PIOMBINO. Un momento fondamentale di partecipazione e democrazia interna per una delle realtà più attive nel tessuto sociale e solidale del territorio. L’associazione “La Casa di Margot“, punto di riferimento per la tutela degli animali e nota per l’impegno nel progetto “Sud chiama Centro”, ha ufficialmente convocato l’assemblea ordinaria dei soci.
L’appuntamento è fissato per giovedì 30 aprile 2026, presso la sede legale dell’associazione situata in via Silvio Mina 70, a Piombino.
L’ordine del giorno: tra trasparenza e programmazione
L’assemblea rappresenta l’occasione per fare il punto sull’attività svolta e pianificare i prossimi passi a tutela dei “quattrozampe” più sfortunati. I soci saranno chiamati a discutere e deliberare sui seguenti punti:
Approvazione del rendiconto 2025: un atto di trasparenza per illustrare come sono state impiegate le risorse nell’anno trascorso.
Approvazione del bilancio di previsione 2026: la base economica per i progetti futuri e il mantenimento delle attività di soccorso e cura.
Varie ed eventuali: spazio al confronto libero su nuove proposte e iniziative.
Orari e modalità di partecipazione
Per garantire la validità della seduta, sono previste due convocazioni:
Prima convocazione: ore 16:00.
Seconda convocazione: ore 17:00.
La presidente dell’associazione, Maria Cristina Biagini, ha rivolto un accorato invito alla massima partecipazione: «Si prega di non mancare» sottolineando l’importanza della presenza dei soci per dare forza alle decisioni comuni.

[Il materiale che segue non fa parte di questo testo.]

// instantRoots is ringRoots for one instant of a profile, warm-started
// from the instant before on the same worker (w; nil: a cold search). The
// brackets it refines are the cold search's, the grid points whose head
// it does not evaluate keep their sign; a balance is refined from a
// bracket around the one before, to the cold search's tolerance.
func (s *state) instantRoots(ev *eval, w *ringWarm) ([]root, float64) {
	if w == nil {
		return s.ringRoots(ev)
	}
	E := s.excessHead(ev)
	g := s.ringGrid()
	n := len(g)
	cold := !slices.Equal(g, w.grid)
	cur := make([]float64, n)
	have := make([]bool, n)
	get := func(j int) {
		if !have[j] {
			cur[j], have[j] = E(g[j]), true
		}
	}
	if cold {
		w.grid = append(w.grid[:0], g...)
		w.e = make([]float64, n)
		w.drift = make([]float64, n)
		w.roots = nil
		for j := range g {
			get(j)
		}
	} else {
		d := 0.0
		for j := 0; j < n; j += warmSample {
			get(j)
			d = math.Max(d, math.Abs(cur[j]-w.e[j]))
		}
		get(n - 1)
		d = math.Max(d, math.Abs(cur[n-1]-w.e[n-1]))
		if !finite(d) {
			for j := range g {
				get(j)
			}
		}
		for j := range g {
			if have[j] {
				continue
			}
			w.drift[j] += d
			if !(math.Abs(w.e[j]) > warmSafety*w.drift[j]) {
				get(j)
			}
		}
	}
	val := func(j int) float64 {
		if have[j] {
			return cur[j]
		}
		return w.e[j]
	}
	// Both ends of every sign change are evaluated at this instant; each
	// new value may reveal another change, so go on until none is left.
	for again := true; again; {
		again = false
		for j := 1; j < n; j++ {
			if (val(j) > 0) != (val(j-1) > 0) && (!have[j] || !have[j-1]) {
				get(j)
				get(j - 1)
				again = true
			}
		}
	}
	var roots []root
	for j := 1; j < n; j++ {
		if (cur[j] > 0) == (cur[j-1] > 0) || !have[j] || !have[j-1] {
			continue
		}
		a, b, ea, eb := g[j-1], g[j], cur[j-1], cur[j]
		if prev, ok := rootIn(w.roots, a, b); ok {
			a, b, ea, eb = narrowBracket(E, prev, a, b, ea, eb)
		}
		r := brent(E, a, b, ea, eb, 1e-12*g[j])
		h := 1e-6 * r
		roots = append(roots, root{m: r, slope: (E(r+h) - E(r-h)) / (2 * h)})
	}
	for j := range g {
		if have[j] {
			w.e[j], w.drift[j] = cur[j], 0
		}
	}
	w.roots = append(w.roots[:0], roots...)
	if cur[n-1] > 0 {
		roots = append(roots, extendRoots(E, g[n-1])...)
		w.grid = w.grid[:0] // above the grid: the next instant searches cold
	}
	return roots, cur[0]
}
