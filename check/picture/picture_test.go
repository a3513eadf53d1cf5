package picture

import (
	"bytes"
	"encoding/xml"
	"image/png"
	"io"
	"math"
	"os"
	"path/filepath"
	"strconv"
	"strings"
	"testing"

	"circa/check/flow"
	"circa/lang"
)

// examplePath names a fixture in testdata/plot: frozen copies of the
// shipped examples (rack-door, ferry-cabinet, forestry-inverter), so that
// the expected values do not move when the examples are edited.
func examplePath(name string) string {
	fixture := map[string]string{"rack-door": "rack", "ferry-cabinet": "cabinet", "forestry-inverter": "inverter"}[name]
	return filepath.Join("..", "..", "testdata", "plot", fixture+".loop")
}

func loadExample(t *testing.T, name string) *lang.Model {
	t.Helper()
	m := lang.Load(examplePath(name), nil)
	for _, d := range m.Diags {
		if d.Severity == lang.Error {
			t.Fatalf("%s: %s", name, d.Message())
		}
	}
	return m
}

// loadEdited loads an example with one piece of its text replaced, so a
// test can ask the estimator about a changed case directly.
func loadEdited(t *testing.T, name, old, new string) *lang.Model {
	t.Helper()
	src, err := os.ReadFile(examplePath(name))
	if err != nil {
		t.Fatal(err)
	}
	if !bytes.Contains(src, []byte(old)) {
		t.Fatalf("%s has no %q", name, old)
	}
	src = bytes.Replace(src, []byte(old), []byte(new), 1)
	m := lang.LoadSource(examplePath(name), src, nil)
	for _, d := range m.Diags {
		if d.Severity == lang.Error {
			t.Fatalf("edited %s: %s", name, d.Message())
		}
	}
	return m
}

func near(a, b, rel float64) bool {
	return math.Abs(a-b) <= rel*math.Max(math.Abs(a), math.Abs(b)) || a == b
}

// estimateCase runs the estimator on one case of m and returns it.
func estimateCase(t *testing.T, m *lang.Model, name string, tilt bool) flow.CaseResult {
	t.Helper()
	res, err := flow.Estimate(m, flow.Options{Case: name, NoTilt: !tilt})
	if err != nil || len(res.Loops) == 0 || len(res.Loops[0].Cases) != 1 {
		t.Fatalf("estimate of case %s: %v", name, err)
	}
	return res.Loops[0].Cases[0]
}

// TestCirculationMatchesEstimator compares points of the plotted sweep with
// the estimator run on the file edited to that load.
func TestCirculationMatchesEstimator(t *testing.T) {
	m := loadExample(t, "rack-door")
	c, err := CirculationOf(m, m.Loops[0], Options{})
	if err != nil {
		t.Fatal(err)
	}
	if c.Case != "hot_aisle" || len(c.Sweep) != 30 {
		t.Fatalf("swept case %s with %d points, want the nominal hot_aisle with 30", c.Case, len(c.Sweep))
	}
	// The nominal case has 1.2 kW on the plate.
	for _, tc := range []struct {
		scale float64
		text  string
	}{{0.5, "0.6 kW"}, {1, "1.2 kW"}, {1.5, "1.8 kW"}, {0.05, "60 W"}} {
		var p *LoadPoint
		for i := range c.Sweep {
			if math.Abs(c.Sweep[i].Scale-tc.scale) < 1e-9 {
				p = &c.Sweep[i]
			}
		}
		if p == nil {
			t.Fatalf("no sweep point at %g", tc.scale)
		}
		edited := loadEdited(t, "rack-door", "case hot_aisle nominal {\n  heat plate 1.2 kW", "case hot_aisle nominal {\n  heat plate "+tc.text)
		cr := estimateCase(t, edited, "hot_aisle", false)
		if !near(p.Heat, cr.Heat, 1e-12) || p.Circulates != cr.Circulates || !near(p.MassFlow, cr.MassFlow, 1e-9) {
			t.Errorf("at %s: plotted Q %g W, ṁ %g kg/s; estimator Q %g W, ṁ %g kg/s", tc.text, p.Heat, p.MassFlow, cr.Heat, cr.MassFlow)
		}
		if x := exitQuality(cr); !near(p.ExitQuality, x, 1e-9) {
			t.Errorf("at %s: plotted exit quality %g, estimator %g", tc.text, p.ExitQuality, x)
		}
		var stable, unstable int
		for _, r := range cr.Roots {
			if r.Stable {
				stable++
			} else {
				unstable++
			}
		}
		if stable != len(p.Stable) || unstable != len(p.Unstable) {
			t.Errorf("at %s: plotted %d stable and %d unstable balances, estimator %d and %d", tc.text, len(p.Stable), len(p.Unstable), stable, unstable)
		}
	}
	// Every case's operating point.
	if len(c.Cases) != len(m.Cases) {
		t.Fatalf("%d case points for %d cases", len(c.Cases), len(m.Cases))
	}
	for _, cp := range c.Cases {
		cr := estimateCase(t, m, cp.Case, false)
		if !near(cp.MassFlow, cr.MassFlow, 1e-9) || !near(cp.Heat, cr.Heat, 1e-12) {
			t.Errorf("case %s: plotted (%g W, %g kg/s), estimator (%g W, %g kg/s)", cp.Case, cp.Heat, cp.MassFlow, cr.Heat, cr.MassFlow)
		}
	}
	// Exit quality rises with load at the estimate: more heat on a flow that
	// does not grow as fast (a heated channel's energy balance, x = Q/(ṁ·h_lv)
	// above saturation).
	for i := 1; i < len(c.Sweep); i++ {
		if c.Sweep[i].Circulates && c.Sweep[i-1].Circulates && !(c.Sweep[i].ExitQuality > c.Sweep[i-1].ExitQuality) {
			t.Errorf("exit quality falls from %g to %g between %g and %g of the load", c.Sweep[i-1].ExitQuality, c.Sweep[i].ExitQuality, c.Sweep[i-1].Scale, c.Sweep[i].Scale)
		}
	}
}

// TestBudgetMatchesEstimator compares the bars with the estimator's
// per-component pressure changes, and checks that around the closed loop
// the gravity gain balances the losses (the steady loop momentum balance:
// the pressure returns to its starting value).
func TestBudgetMatchesEstimator(t *testing.T) {
	for _, name := range []string{"rack-door", "forestry-inverter", "ferry-cabinet"} {
		m := loadExample(t, name)
		b, err := BudgetOf(m, m.Loops[0], "")
		if err != nil {
			t.Fatal(err)
		}
		cr := estimateCase(t, m, m.Nominal.Name, false)
		if len(b.Items) != len(cr.Components) || !b.Circulates {
			t.Fatalf("%s: %d bars for %d components (circulates %v)", name, len(b.Items), len(cr.Components), b.Circulates)
		}
		var g, losses float64
		for i, it := range b.Items {
			cs := cr.Components[i]
			if it.Name != cs.Component || it.Gravity != cs.DpGravity || it.Friction != cs.DpFriction || it.Local != cs.DpLocal || it.Accel != cs.DpAccel {
				t.Errorf("%s: bar %+v, estimator %+v", name, it, cs)
			}
			g += it.Gravity
			losses += it.Friction + it.Local + it.Accel
		}
		if b.Network != (name == "ferry-cabinet") {
			t.Errorf("%s: network %v", name, b.Network)
		}
		if b.Network {
			// Parallel branches: the flow-weighted totals stand for the loop.
			g, losses = b.Total.Gravity, b.Total.Friction+b.Total.Local+b.Total.Accel
		} else if !near(g, b.Total.Gravity, 1e-9) {
			t.Errorf("%s: total gravity %g, sum of bars %g", name, b.Total.Gravity, g)
		}
		if !(g > 0) || math.Abs(g-losses) > 1e-3*g {
			t.Errorf("%s: gravity gain %g Pa does not balance the losses %g Pa around the loop", name, g, losses)
		}
		// The drawn budget: every term a drop, as the estimator's budget,
		// the whole loop's adding up to zero.
		for i, it := range b.Items {
			if it.Drops != cr.Components[i].Budget {
				t.Errorf("%s: drawn drops %+v, estimator %+v", name, it.Drops, cr.Components[i].Budget)
			}
		}
		d := b.Total.Drops
		if sum := d.Friction + d.Gravity + d.Acceleration + d.AreaChange + d.Local; math.Abs(sum) > 1e-6*(math.Abs(d.Friction)+math.Abs(d.Gravity)) {
			t.Errorf("%s: whole-loop drops add up to %g Pa, not zero", name, sum)
		}
	}
}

Tesseramento 2026: come partecipare al voto
Si ricorda a tutti gli interessati che, per esercitare il diritto di voto e partecipare attivamente alle decisioni, è necessario essere in regola con il tesseramento per l’anno 2026.
Per chi non avesse ancora provveduto, sarà possibile rinnovare la tessera direttamente il giorno dell’assemblea, presso la sede di via Silvio Mina, prima dell’inizio delle operazioni di voto.
In un momento in cui il volontariato rappresenta l’anima resiliente della città, l’invito a partecipare non è solo un atto burocratico, ma un modo per sostenere concretamente chi, ogni giorno, si occupa di dare voce e dignità a chi non può difendersi da solo.